WHAT IS BEING ASKED:
Exactly as written, copy the lines that run from the start of the data below to the line containing "from twlocate.routes import Route", both ends included.

(Dataset excerpts)
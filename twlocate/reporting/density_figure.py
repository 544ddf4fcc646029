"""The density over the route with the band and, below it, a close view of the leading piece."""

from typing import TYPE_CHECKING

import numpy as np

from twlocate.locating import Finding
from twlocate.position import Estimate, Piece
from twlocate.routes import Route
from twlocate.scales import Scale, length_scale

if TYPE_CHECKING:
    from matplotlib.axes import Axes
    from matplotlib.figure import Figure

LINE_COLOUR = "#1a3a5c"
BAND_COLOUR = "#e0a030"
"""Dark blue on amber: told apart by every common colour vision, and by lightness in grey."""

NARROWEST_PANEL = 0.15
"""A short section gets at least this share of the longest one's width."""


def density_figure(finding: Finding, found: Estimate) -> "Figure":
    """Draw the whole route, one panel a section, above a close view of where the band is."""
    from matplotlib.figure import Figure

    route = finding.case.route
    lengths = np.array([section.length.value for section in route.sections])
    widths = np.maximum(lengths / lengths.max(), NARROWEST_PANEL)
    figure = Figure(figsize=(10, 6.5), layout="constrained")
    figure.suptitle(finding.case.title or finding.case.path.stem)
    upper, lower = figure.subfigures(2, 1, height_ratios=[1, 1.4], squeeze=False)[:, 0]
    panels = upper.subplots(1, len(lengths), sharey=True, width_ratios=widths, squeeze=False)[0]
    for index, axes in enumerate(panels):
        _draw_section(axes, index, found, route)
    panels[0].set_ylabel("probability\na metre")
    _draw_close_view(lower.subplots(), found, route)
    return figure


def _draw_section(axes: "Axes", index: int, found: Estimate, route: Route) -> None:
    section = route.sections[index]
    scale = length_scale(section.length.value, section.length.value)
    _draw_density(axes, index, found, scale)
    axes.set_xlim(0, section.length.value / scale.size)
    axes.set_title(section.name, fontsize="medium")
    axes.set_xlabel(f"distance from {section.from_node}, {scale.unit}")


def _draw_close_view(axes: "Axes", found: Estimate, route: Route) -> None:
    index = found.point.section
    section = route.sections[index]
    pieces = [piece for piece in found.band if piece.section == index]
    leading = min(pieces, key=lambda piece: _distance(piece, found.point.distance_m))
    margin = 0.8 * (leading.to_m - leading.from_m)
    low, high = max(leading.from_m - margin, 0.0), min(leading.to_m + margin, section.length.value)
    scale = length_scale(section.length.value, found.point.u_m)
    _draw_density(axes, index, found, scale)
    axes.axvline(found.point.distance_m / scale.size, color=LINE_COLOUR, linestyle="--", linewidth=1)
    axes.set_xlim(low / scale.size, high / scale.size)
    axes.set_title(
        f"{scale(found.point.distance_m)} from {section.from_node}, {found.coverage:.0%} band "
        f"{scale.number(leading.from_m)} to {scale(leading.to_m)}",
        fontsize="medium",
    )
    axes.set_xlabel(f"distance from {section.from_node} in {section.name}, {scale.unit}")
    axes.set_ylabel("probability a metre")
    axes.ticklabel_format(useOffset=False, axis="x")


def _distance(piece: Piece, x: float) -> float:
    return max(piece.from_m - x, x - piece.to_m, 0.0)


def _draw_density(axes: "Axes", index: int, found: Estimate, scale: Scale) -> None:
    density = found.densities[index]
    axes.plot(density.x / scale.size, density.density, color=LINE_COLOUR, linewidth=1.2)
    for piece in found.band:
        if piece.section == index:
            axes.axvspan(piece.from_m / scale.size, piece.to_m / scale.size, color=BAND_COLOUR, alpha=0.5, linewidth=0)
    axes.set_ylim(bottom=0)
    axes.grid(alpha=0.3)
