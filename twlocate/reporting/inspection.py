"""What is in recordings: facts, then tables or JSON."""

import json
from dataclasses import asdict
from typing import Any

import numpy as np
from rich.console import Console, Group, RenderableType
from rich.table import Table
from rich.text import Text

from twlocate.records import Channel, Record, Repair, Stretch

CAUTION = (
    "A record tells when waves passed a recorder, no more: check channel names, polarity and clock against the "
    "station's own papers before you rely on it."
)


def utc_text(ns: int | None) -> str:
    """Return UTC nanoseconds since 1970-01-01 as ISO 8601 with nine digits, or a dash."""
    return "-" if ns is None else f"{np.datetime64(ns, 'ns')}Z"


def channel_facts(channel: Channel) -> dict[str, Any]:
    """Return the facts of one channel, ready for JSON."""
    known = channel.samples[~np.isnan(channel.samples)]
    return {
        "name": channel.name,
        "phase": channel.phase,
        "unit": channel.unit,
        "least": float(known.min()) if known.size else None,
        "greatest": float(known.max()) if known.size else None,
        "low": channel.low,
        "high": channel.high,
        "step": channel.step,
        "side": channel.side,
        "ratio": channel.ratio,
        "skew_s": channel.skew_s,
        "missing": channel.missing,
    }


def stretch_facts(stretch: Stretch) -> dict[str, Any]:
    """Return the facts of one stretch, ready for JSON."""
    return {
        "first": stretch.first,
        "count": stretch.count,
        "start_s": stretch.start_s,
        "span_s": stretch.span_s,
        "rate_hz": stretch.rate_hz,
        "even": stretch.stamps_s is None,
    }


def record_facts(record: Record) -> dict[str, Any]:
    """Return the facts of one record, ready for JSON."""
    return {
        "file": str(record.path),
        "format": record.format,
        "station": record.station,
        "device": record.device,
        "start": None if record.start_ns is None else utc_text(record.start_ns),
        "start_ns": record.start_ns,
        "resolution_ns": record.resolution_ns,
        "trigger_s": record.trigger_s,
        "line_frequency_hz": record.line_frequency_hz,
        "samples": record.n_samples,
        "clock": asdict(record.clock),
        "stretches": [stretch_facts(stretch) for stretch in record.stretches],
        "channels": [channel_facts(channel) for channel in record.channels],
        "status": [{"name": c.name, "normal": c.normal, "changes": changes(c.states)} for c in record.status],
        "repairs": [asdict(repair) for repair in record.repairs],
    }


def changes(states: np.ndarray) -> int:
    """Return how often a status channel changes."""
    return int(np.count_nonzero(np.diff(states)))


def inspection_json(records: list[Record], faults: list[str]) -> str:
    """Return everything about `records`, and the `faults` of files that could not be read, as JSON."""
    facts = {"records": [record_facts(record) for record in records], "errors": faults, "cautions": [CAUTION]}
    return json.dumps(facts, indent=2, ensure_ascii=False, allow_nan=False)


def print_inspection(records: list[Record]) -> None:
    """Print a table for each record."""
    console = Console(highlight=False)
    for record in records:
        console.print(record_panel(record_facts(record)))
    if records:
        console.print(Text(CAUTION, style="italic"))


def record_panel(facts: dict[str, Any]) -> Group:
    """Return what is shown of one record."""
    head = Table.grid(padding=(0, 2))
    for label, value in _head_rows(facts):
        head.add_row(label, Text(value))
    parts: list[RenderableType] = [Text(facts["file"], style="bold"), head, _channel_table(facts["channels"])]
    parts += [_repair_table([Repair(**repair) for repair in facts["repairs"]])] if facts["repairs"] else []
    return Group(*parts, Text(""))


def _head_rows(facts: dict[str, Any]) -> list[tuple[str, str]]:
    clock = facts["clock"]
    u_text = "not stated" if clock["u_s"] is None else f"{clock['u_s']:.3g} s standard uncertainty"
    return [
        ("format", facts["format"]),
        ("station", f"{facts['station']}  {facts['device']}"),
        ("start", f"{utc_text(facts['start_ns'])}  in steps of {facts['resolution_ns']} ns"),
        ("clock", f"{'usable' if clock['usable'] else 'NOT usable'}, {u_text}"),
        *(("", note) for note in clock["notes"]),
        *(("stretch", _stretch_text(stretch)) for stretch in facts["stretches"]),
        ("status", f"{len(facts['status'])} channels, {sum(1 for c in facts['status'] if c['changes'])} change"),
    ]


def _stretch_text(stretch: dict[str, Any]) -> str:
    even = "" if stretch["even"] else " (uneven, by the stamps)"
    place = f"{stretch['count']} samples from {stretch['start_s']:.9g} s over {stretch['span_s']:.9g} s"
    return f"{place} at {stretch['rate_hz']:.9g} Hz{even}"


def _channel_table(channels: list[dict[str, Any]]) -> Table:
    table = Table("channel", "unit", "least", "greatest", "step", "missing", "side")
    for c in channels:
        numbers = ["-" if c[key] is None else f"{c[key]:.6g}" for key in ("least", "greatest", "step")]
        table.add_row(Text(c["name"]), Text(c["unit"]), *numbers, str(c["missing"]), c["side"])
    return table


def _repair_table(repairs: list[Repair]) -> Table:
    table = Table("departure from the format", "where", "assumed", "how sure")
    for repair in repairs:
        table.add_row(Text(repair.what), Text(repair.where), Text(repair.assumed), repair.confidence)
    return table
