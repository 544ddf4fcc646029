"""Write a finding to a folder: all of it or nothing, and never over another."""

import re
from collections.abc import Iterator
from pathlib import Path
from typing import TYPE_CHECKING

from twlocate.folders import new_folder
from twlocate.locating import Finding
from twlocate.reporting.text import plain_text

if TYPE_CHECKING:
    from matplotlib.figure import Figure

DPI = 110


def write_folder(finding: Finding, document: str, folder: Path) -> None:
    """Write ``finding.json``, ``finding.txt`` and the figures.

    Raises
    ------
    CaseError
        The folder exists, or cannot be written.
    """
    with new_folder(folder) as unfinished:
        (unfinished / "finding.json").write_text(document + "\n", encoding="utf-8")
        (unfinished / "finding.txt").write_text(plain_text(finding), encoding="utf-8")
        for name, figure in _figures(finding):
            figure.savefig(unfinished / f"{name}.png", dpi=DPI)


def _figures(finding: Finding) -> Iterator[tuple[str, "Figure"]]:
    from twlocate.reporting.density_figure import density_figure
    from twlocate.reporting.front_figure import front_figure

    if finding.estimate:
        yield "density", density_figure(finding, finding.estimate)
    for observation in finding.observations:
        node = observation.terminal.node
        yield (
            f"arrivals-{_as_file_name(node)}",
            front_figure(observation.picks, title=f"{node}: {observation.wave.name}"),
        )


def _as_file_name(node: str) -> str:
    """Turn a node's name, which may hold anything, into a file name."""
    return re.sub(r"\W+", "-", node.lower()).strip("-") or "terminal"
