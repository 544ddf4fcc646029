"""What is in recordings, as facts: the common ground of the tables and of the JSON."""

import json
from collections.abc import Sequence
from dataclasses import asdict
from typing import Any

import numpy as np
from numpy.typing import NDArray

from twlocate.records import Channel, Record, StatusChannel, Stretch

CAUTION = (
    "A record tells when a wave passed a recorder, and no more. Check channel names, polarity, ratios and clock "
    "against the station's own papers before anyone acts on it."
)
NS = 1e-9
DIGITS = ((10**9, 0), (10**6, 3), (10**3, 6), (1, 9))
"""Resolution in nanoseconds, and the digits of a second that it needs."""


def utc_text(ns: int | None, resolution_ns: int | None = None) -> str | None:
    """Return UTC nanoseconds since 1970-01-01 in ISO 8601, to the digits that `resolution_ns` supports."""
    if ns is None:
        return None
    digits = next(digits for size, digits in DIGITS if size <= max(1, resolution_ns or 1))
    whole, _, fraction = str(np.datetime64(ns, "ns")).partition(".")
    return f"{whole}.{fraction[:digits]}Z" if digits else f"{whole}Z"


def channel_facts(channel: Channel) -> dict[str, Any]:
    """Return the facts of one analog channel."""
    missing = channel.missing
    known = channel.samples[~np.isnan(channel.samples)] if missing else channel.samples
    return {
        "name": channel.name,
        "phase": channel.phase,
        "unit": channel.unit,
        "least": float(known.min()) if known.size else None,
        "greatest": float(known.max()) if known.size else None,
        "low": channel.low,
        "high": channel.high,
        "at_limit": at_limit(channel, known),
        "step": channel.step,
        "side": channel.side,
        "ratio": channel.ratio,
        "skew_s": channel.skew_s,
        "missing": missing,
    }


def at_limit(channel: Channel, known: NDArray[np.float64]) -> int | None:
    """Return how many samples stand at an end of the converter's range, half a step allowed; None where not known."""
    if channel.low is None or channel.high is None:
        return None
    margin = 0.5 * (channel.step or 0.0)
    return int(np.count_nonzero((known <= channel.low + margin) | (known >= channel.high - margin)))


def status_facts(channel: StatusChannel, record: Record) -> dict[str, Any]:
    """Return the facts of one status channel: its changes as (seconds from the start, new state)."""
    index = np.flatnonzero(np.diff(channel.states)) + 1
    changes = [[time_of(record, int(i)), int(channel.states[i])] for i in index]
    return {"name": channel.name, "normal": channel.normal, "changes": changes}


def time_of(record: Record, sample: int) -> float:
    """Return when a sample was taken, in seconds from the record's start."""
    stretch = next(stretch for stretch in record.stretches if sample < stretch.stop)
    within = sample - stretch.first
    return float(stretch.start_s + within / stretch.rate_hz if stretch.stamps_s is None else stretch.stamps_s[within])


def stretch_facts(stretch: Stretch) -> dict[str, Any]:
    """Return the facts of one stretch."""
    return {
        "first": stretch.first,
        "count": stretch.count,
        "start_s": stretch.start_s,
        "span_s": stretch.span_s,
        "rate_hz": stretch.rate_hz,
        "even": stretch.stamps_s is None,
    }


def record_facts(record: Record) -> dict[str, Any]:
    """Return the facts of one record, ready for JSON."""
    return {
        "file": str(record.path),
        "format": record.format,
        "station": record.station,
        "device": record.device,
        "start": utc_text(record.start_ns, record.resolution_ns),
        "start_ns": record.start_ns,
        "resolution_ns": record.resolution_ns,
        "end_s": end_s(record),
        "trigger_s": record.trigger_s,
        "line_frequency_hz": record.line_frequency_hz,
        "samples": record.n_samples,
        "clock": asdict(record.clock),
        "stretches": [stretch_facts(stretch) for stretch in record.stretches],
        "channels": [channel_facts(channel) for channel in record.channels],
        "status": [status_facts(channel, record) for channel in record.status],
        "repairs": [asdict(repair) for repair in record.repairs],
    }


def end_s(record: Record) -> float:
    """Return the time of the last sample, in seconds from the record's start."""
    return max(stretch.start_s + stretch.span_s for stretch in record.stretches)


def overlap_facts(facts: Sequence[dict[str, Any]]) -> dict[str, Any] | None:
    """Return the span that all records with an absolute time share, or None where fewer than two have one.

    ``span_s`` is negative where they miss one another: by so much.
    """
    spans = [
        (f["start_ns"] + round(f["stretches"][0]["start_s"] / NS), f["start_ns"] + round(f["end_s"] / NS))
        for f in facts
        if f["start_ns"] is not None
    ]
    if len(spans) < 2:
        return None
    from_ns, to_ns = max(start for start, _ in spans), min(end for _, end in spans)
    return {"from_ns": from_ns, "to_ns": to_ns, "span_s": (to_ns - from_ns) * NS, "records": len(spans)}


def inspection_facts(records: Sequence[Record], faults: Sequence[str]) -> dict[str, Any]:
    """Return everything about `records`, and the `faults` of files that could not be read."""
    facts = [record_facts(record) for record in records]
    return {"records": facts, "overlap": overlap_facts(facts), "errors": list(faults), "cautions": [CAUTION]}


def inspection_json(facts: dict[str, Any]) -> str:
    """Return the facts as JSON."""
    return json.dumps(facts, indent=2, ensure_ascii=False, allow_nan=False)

EXERCISE ANSWER:
filename twlocate/reporting/density_figure.py
repository 544ddf4fcc646029
"""The density over the route with the band and, below it, a close view of the leading piece."""

from typing import TYPE_CHECKING

import numpy as np

from twlocate.locating import Finding
from twlocate.position import Estimate, Piece
from twlocate.routes import Route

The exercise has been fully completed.